Other studies in mechanomedicine

To apply stretching and relaxing stimuli to motor organs (e.g., skeletal muscles), as well as cartilage, and bone, stretchable three-dimensional cell culture scaffold was developed that was fully synthesized, self-assembled peptide that substituted for animal-derived collagen (Nagai et al. 2012). Importantly, this peptide acts as a hemostatic drug (Fig. 4a) (Komatsu et al. 2014). Also, we developed a highly motile sperm sorter using a technique based on microfluidic mechanics (Fig. 4b) (Matsuura et al. 2012. This device promotes the development of fertilized ova by applying shear stress generated in the Fallopian tubes where the ova are fertilized (tilting embryo culture system, TECS) (Fig. 4c) (Matsuura et al. 2010). These devices are currently being used in clinical practice (Hara et al. 2013).

Fig. 4
figure 4

a A molecular model of self-assembling peptide SPG-178 and a diagram of the formation of the hydrogel from the peptide monomer. b The Microfluidic motile sperm sorter Qualis® is composed of four numbered chambers ①, ②, ③, ④, and a micro channel connected to each chamber.

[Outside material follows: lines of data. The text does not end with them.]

def _drawn_areas(out: Any, prepared: Prepared) -> Any:
    """``out`` with its area column replaced by the WGS84 area of each shape as drawn back
    (``area_m2``), for geographic input solved in a projected working frame.

    The working frame's area scale is the square of its length scale, so planar areas
    there err by about twice the frame's ``scale_error``; the shapes drawn back follow the
    frame's straight edges to 1 cm (:mod:`placewise.gis._drawn`), and their ellipsoidal
    area (Karney 2013, through :func:`placewise.geodesic.ring_area`) is the area the cell
    or triangle covers on the Earth."""
    if prepared.ellipsoid or prepared.crs is None or not CRS(prepared.crs).is_geographic:
        return out
    names = [c for c in out.columns if str(c).startswith("area_") and str(c).endswith("2")]
    if not names:
        return out
    shapes = out.geometry if CRS(out.crs).equals(CRS("EPSG:4326")) else out.geometry.to_crs("EPSG:4326")
    areas = np.array([np.nan if g is None or g.is_empty else ellipsoid_area(g) for g in shapes.values])
    at = list(out.columns).index(names[0])
    out = out.drop(columns=names)
    out.insert(at, "area_m2", areas)
    return out


def framed(
    result: Any, prepared: Prepared, groups: Groups | None, rows: Mapping[str, Any] | None = None,
    *, count: bool = False, row_columns: Sequence[str] = (), drawn_areas: bool = False,
) -> Any:
    """A kernel result as a GeoDataFrame in the caller's CRS, in the user's terms.

    Lengths are named with the working CRS's unit; the ``group`` column becomes the ``by``
    column holding the user's values, the ``problem`` column speaks of the user's groups and
    rows, and ``row_columns`` (input row positions, -1 for none) become the frame's index
    labels (None for none). ``count=True`` adds the rows used (per group). With
    ``drawn_areas`` (shapes with straight edges in the working frame: cells, triangles),
    geographic input gets the WGS84 area of each shape drawn back (:func:`_drawn_areas`).
    """
    out = with_unit(result, prepared).to_geodataframe(crs=None if prepared.frames else prepared.work)
    codes = out["group"].to_numpy(dtype=np.int64) if groups is not None else None
    out = gpd.GeoDataFrame(out.drop(columns=out.geometry.name),
                           geometry=prepared.back(out.geometry.values, codes).values, crs=prepared.crs)
    row_labels(out, prepared, row_columns)
    if drawn_areas:
        out = _drawn_areas(out, prepared)
    if groups is None and count:
        out.insert(0, "points", len(prepared.xy))
    return in_user_terms(out, result, groups, rows, count=count, prepared=prepared)


def refuse_geometry_named(frame: Any, columns: Sequence[str], name: str) -> None:
    """Refuse a frame whose geometry column has the name of one of ``columns``, the columns a
    result writes onto a copy of it (:func:`annotated`), which cannot replace the geometry.

    Called before solving, so the refusal comes before the (possibly long) run, not after
    it; ``columns`` are those the result will write, in the order it writes them."""
    if frame.geometry.name in columns:
        raise InputError(f"{name}: the geometry column is named {frame.geometry.name!r}, the name of a column "
                         f"of the result ({', '.join(map(str, columns))}); rename it")


def same_values(held: Any, values: Any) -> bool:
    """True when a caller's column ``held`` holds the values ``values`` (one per row).

    Missing is missing whatever spells it (None, NaN, ``pd.NA``, ``NaT``), and the values
    are compared as values, whatever the dtypes: an ``Int64`` column of 1, 2 and ``pd.NA``
    holds the result's 1.0, 2.0 and NaN, a ``string`` column the result's Python strings."""
    old = pd.Series(held).to_numpy(dtype=object)
    new = np.asarray(pd.Series(values, dtype=object), dtype=object)
    if old.shape != new.shape:
        return False
    missing = pd.isna(old)
    if not np.array_equal(missing, pd.isna(new)):
        return False
    try:
        with np.errstate(all="ignore"):
            equal = old[~missing] == new[~missing]
        return bool(np.all(np.asarray(equal, dtype=bool)))
    except (TypeError, ValueError):  # values that do not compare as one truth value
        return False
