//! Longitude/latitude shapes of a geodesic travel graph.
//!
//! - Each segment is drawn the shorter way round in longitude ([`short_way`]): a street from
//!   179.9° to -179.9° crosses the antimeridian, 22 km long at the equator as its geodesic
//!   length says, not 359.8° of longitude the other way round.
//! - Line ends at the same place join whatever the turn their longitudes are given in
//!   ([`place_of`]: 180° and -180° are one meridian, every longitude at a pole one point).
//! - The flat views that search and split the network ([`Unwrapped`]) take every longitude
//!   in one turn that starts opposite the network, in the middle of the widest band of
//!   longitudes without a vertex, so a network across the antimeridian is in one piece.
//! - A segment drawn straight in longitude and latitude is the geodesic between its ends
//!   (which its length measures) only while it is short beside its distance from a pole; one
//!   that strays from that geodesic by more than [`MAX_DEPARTURE`] of its length — over or
//!   near a pole, or with (nearly) antipodal ends — is refused ([`departure`]).

use crate::geodesic::{angle_between, cross, dot, normalised_longitude, sub, unit_normal};
use crate::geometry::Point;

/// Largest distance, as a share of its length, by which a segment drawn straight in
/// longitude and latitude may stray from the geodesic between its ends (the sagitta of a
/// parallel is about `length · tan(latitude) / 8` earth radii: at 60° a segment of about
/// 290 km, at 89.5° one of 4.4 km reaches it). Lengths then differ from the drawn line's by under 3e-4.
pub(crate) const MAX_DEPARTURE: f64 = 1e-2;

/// `b` with its longitude moved by whole turns to within 180° of `a`'s (the segment `a b`
/// the shorter way round).
pub(crate) fn short_way(a: Point, b: Point) -> Point {
    [a[0] + normalised_longitude(b[0] - a[0]), b[1]]
}

/// The point at share `t` of the segment `a b` drawn straight in longitude and latitude the
/// shorter way round, its longitude in [-180, 180] (the ends themselves as given).
pub(crate) fn on_segment(a: Point, b: Point, t: f64) -> Point {
    if t <= 0.0 {
        return a;
    }
    if t >= 1.0 {
        return b;
    }
    let c = short_way(a, b);
    let lon = a[0] + t * (c[0] - a[0]);
    [if lon.abs() <= 180.0 { lon } else { normalised_longitude(lon) }, a[1] + t * (c[1] - a[1])]
}

/// Where a line end lies, for joining ends: its longitude in [-180, 180) and 0 at a pole.
pub(crate) fn place_of(p: Point) -> Point {
    if p[1].abs() == 90.0 {
        return [0.0, p[1]];
    }
    let lon = normalised_longitude(p[0]);
    [if lon == 180.0 { -180.0 } else { lon }, p[1]]
}

/// How far the segment `a b` drawn straight in longitude and latitude (the shorter way
/// round) strays from the great circle through its ends, as a share of the arc between them,
/// measured at its midpoint on the unit sphere (the ellipsoid changes it by a fraction of
/// itself, of no weight for [`MAX_DEPARTURE`]). Infinite for antipodal ends, whose geodesic is
/// not unique; 0 for coincident ends.
pub(crate) fn departure(a: Point, b: Point) -> f64 {
    let b = short_way(a, b);
    let (u, v) = (unit_normal(a), unit_normal(b));
    let arc = angle_between(u, v);
    if arc == 0.0 {
        return 0.0;
    }
    // The normal of the great circle as u × (v − u), and the midpoint's offset from it as
    // measured from u: both work on the chord v − u, so a street of centimetres keeps its
    // digits (u × v and the midpoint's own direction cancel to rounding noise of about
    // 1e-16 / arc², which called a 9 cm street 33 % off its geodesic).
    let n = cross(u, sub(v, u));
    let sine = dot(n, n).sqrt();
    if dot(u, v) < 0.0 && sine < 1e-9 {
        // (Nearly) antipodal ends: no one geodesic joins them.
        return f64::INFINITY;
    }
    if sine == 0.0 {
        return 0.0;
    }
    let m = unit_normal([0.5 * (a[0] + b[0]), 0.5 * (a[1] + b[1])]);
    let off = (dot(sub(m, u), n) / sine).clamp(-1.0, 1.0).asin().abs();
    // The midpoint must also lie between the ends (not on the far side of the great circle).
    let beyond = (angle_between(m, u).max(angle_between(m, v)) - arc).max(0.0);
    off.max(beyond) / arc
}

/// Longitudes taken in the one turn `[west, west + 360)`, `west` in the middle of the widest
/// band of longitudes holding no part of the network (found on 4096 bands of 360/4096°),
/// so that a network not circling the globe lies in one piece.
#[derive(Debug, Clone, Copy)]
pub(crate) struct Unwrapped {
    west: f64,
    /// Every band holds some of the network: no meridian is free of it (it circles the
    /// globe in longitude), so no segment lies in one flat view.
    whole: bool,
}

impl Unwrapped {
    const BANDS: usize = 4096;

    /// The turn for the lines `lines` (longitudes in degrees, any turn): every band a vertex
    /// lies in or a segment crosses (the shorter way round) is taken, so the free band chosen
    /// is free of the whole network, not only of its vertices.
    pub(crate) fn around<L: AsRef<[Point]>>(lines: impl Iterator<Item = L>) -> Unwrapped {
        let width = 360.0 / Self::BANDS as f64;
        let band_of = |lon: f64| (((normalised_longitude(lon) + 180.0) / width) as usize).min(Self::BANDS - 1);
        let mut used = vec![false; Self::BANDS];
        for line in lines {
            let line = line.as_ref();
            for p in line {
                used[band_of(p[0])] = true;
            }
            for w in line.windows(2) {
                // From a's band towards b's, the shorter way round (at most half the bands).
                let (from, to) = (band_of(w[0][0]), band_of(w[0][0] + normalised_longitude(w[1][0] - w[0][0])));
                let east = normalised_longitude(w[1][0] - w[0][0]) >= 0.0;
                let mut band = from;
                while band != to {
                    band = if east { (band + 1) % Self::BANDS } else { (band + Self::BANDS - 1) % Self::BANDS };
                    used[band] = true;
                }
            }
        }
        let Some(first) = used.iter().position(|&u| u) else {
            return Unwrapped { west: -180.0, whole: false };
        };
        // The widest run of empty bands, going round once from a used one.
        let (mut best, mut best_len, mut run) = (0usize, 0usize, 0usize);
        for step in 1..=Self::BANDS {
            let band = (first + step) % Self::BANDS;
            if used[band] {
                run = 0;
            } else {
                run += 1;
                if run > best_len {
                    (best, best_len) = (first + step + 1 - run, run);
                }
            }
        }
        let west = -180.0 + (best as f64 + 0.5 * best_len as f64) * width;
        Unwrapped { west: normalised_longitude(west), whole: best_len == 0 }
    }

    /// A point with its longitude in the turn.
    pub(crate) fn point(&self, p: Point) -> Point {
        [self.west + (p[0] - self.west).rem_euclid(360.0), p[1]]
    }

    /// The segment `a b` in the turn, drawn the shorter way round; `None` when it leaves the
    /// turn (the network circles the globe, so no meridian is free of it).
    pub(crate) fn segment(&self, a: Point, b: Point) -> Option<(Point, Point)> {
        let a = self.point(a);
        let b = short_way(a, b);
        self.holds(b[0]).then_some((a, b))
    }

    /// Whether a longitude lies in the turn (its far end included); never, for a network
    /// that circles the globe.
    pub(crate) fn holds(&self, lon: f64) -> bool {
        !self.whole && lon >= self.west && lon <= self.west + 360.0
    }
}

#[cfg(test)]
mod tests {
    use super::*;

    #[test]
    fn segments_across_the_antimeridian_run_the_shorter_way() {
        assert_eq!(short_way([179.9, -17.0], [-179.9, -17.0]), [180.1, -17.0]);
        assert_eq!(short_way([-179.9, 0.0], [179.9, 0.0]), [-180.1, 0.0]);
        // Half-way along the ferry is the antimeridian, not 0 E; places come back in [-180, 180].
        let mid = on_segment([179.9, -17.0], [-179.9, -17.0], 0.5);
        assert!((mid[0].abs() - 180.0).abs() < 1e-9 && mid[1] == -17.0);
        let q = on_segment([179.9, -17.0], [-179.9, -17.0], 0.75);
        assert!((q[0] - -179.95).abs() < 1e-9);
        assert_eq!(on_segment([179.9, 0.0], [-179.9, 0.0], 1.0), [-179.9, 0.0]);
    }

    #[test]
    fn one_place_has_one_name() {
        assert_eq!(place_of([180.0, 5.0]), place_of([-180.0, 5.0]));
        assert_eq!(place_of([540.0, 5.0]), place_of([-180.0, 5.0]));
        assert_eq!(place_of([190.0, 5.0]), [-170.0, 5.0]);
        assert_eq!(place_of([45.0, 90.0]), place_of([-120.0, 90.0]));
        assert_ne!(place_of([45.0, 90.0]), place_of([45.0, -90.0]));
    }

    #[test]
    fn departure_is_large_over_a_pole_and_small_for_streets() {
        // The parallel 89.9 from 0 to 180 E is 0.1 degree from the great circle over the pole,
        // which is 0.2 degree long between the ends: a half.
        let over = departure([0.0, 89.9], [180.0, 89.9]);
        assert!((over - 0.5).abs() < 1e-3, "{over}");
        assert!(departure([0.0, 0.0], [180.0, 0.0]).is_infinite());
        // Meridians and the equator are great circles.
        assert!(departure([45.0, 90.0], [45.0, 89.5]) < 1e-12);
        assert!(departure([179.0, 0.0], [-179.0, 0.0]) < 1e-12);
        // A 1 km street at 60 N: the sagitta over the length, about 1e6 m · tan 60° / (8 R) / 1e3 m.
        let street = departure([10.0, 60.0], [10.018, 60.0]);
        assert!(street > 1e-5 && street < 1e-4, "{street}");
        assert_eq!(departure([3.0, 4.0], [3.0, 4.0]), 0.0);
    }

    #[test]
    fn short_streets_do_not_stray_and_only_antipodal_ends_are_infinite() {
        // Closed form: a segment of length L at latitude φ strays about L · tan φ / (8 R) of
        // its length, under 1e-8 for these (R = 6,371 km). Before, rounding of the unit
        // vectors called a 9 cm street 33 % off and a 0.7 mm one "antipodal".
        for (a, b) in [
            ([-122.4194, 37.7749], [-122.419401, 37.7749]),
            ([10.0, 50.0], [10.0000001, 50.0]),
            ([-122.4194, 37.7749], [-122.4194, 37.774901]),
            ([2.3522, 48.8566], [2.35220001, 48.8566]),
        ] {
            let off = departure(a, b);
            assert!(off < 1e-6, "{a:?} {b:?}: {off}");
        }
        // 2,000 segments of about 0.1 m at latitudes within 70 degrees (deterministic).
        let mut state = 7u64;
        let mut next = || {
            state = state.wrapping_mul(6364136223846793005).wrapping_add(1442695040888963407);
            (state >> 11) as f64 / (1u64 << 53) as f64
        };
        for _ in 0..2000 {
            let a = [360.0 * next() - 180.0, 140.0 * next() - 70.0];
            let heading = std::f64::consts::TAU * next();
            let step = 0.1 / 111_320.0;
            let b = [a[0] + step * heading.cos() / a[1].to_radians().cos(), a[1] + step * heading.sin()];
            let off = departure(a, b);
            assert!(off < 1e-3, "{a:?} {b:?}: {off}");
        }
        assert!(departure([0.0, 0.0], [180.0, 0.0]).is_infinite());
        assert!(departure([10.0, 20.0], [-170.0, -20.0]).is_infinite());
    }

    #[test]
    fn a_segment_over_an_empty_band_of_vertices_keeps_it_taken() {
        // The widest band without a vertex is 0 to 170 E, but the first line's one segment
        // runs across it, so the turn began at 85 E and that segment left it (attaching a
        // point was refused as if the network circled the globe). Free of segments are 170 E
        // to 120 W and, widest, 110 W to 0: the turn must begin there (at 55 W).
        let lines: [&[Point]; 2] = [&[[0.0, 0.0], [170.0, 0.0]], &[[-120.0, 0.0], [-110.0, 0.0]]];
        let turn = Unwrapped::around(lines.into_iter());
        for line in lines {
            for w in line.windows(2) {
                assert!(turn.segment(w[0], w[1]).is_some(), "{w:?} leaves the turn from {}", turn.west);
            }
        }
        assert!((turn.west + 55.0).abs() < 0.1, "{}", turn.west);
    }

    #[test]
    fn a_network_across_the_antimeridian_unwraps_in_one_piece_and_a_ring_round_a_pole_does_not() {
        let ferry = [[179.9, -17.0], [-179.9, -17.05], [-179.6, -17.0]];
        let turn = Unwrapped::around([&ferry[..]].into_iter());
        let (a, b) = turn.segment(ferry[0], ferry[1]).expect("in one piece");
        let (c, _) = turn.segment(ferry[1], ferry[2]).expect("in one piece");
        assert!((b[0] - a[0] - 0.2).abs() < 1e-9 && b == c);
        let ring: Vec<Point> = (0..=360).map(|i| [-180.0 + i as f64, 89.9]).collect();
        let turn = Unwrapped::around([&ring[..]].into_iter());
        assert!(ring.windows(2).any(|w| turn.segment(w[0], w[1]).is_none()));
    }
}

After applying sperm sorting medium to chambers ②, ③, ④ and a semen sample to chamber ① in an appropriate amount, two streams of fluid with laminar flow can be formed in parallel (① → ④, ② → ③). Only motile spermatozoa are allowed to swim into the parallel stream, followed by being isolated from chamber ③. c Tilting embryo culture system. This device consists of a control unit and a motor unit with a tilting plate with four-well chambers. Mouse embryos were cultured at a tilt angle of 20° with a holding time of 1 min. It was then rotated at a tilt angle of − 20° with a holding time of 1 min, and the cycle was repeated

The above mechanomedicine techniques have been used in studies of the cardiovascular and other systems, and they have achieved favorable results. The information presented in this review could prove valuable to researchers in these fields.

Conclusion

In Japan, mechanobiological studies have been promoted through grants, such as the Grant-in-Aid for Specially Promoted Research in the Grants-in-Aid for Scientific Research and the International Cooperative Research Project (ICORP) of the Japan Science and Technology Agency. During 2010–2012, mechanobiology was included in the list of disciplines and research fields with a time limit. Thus, mechanobiology became a new science and field of technology in Japan. Mechanobiology integrates physics, engineering, medicine, and biology, making active collaboration with researchers from different fields essential.

We hope that the active involvement of many researchers and clinicians in this mechano field will lead to the reconsideration of studies, diagnoses, and treatment of various diseases.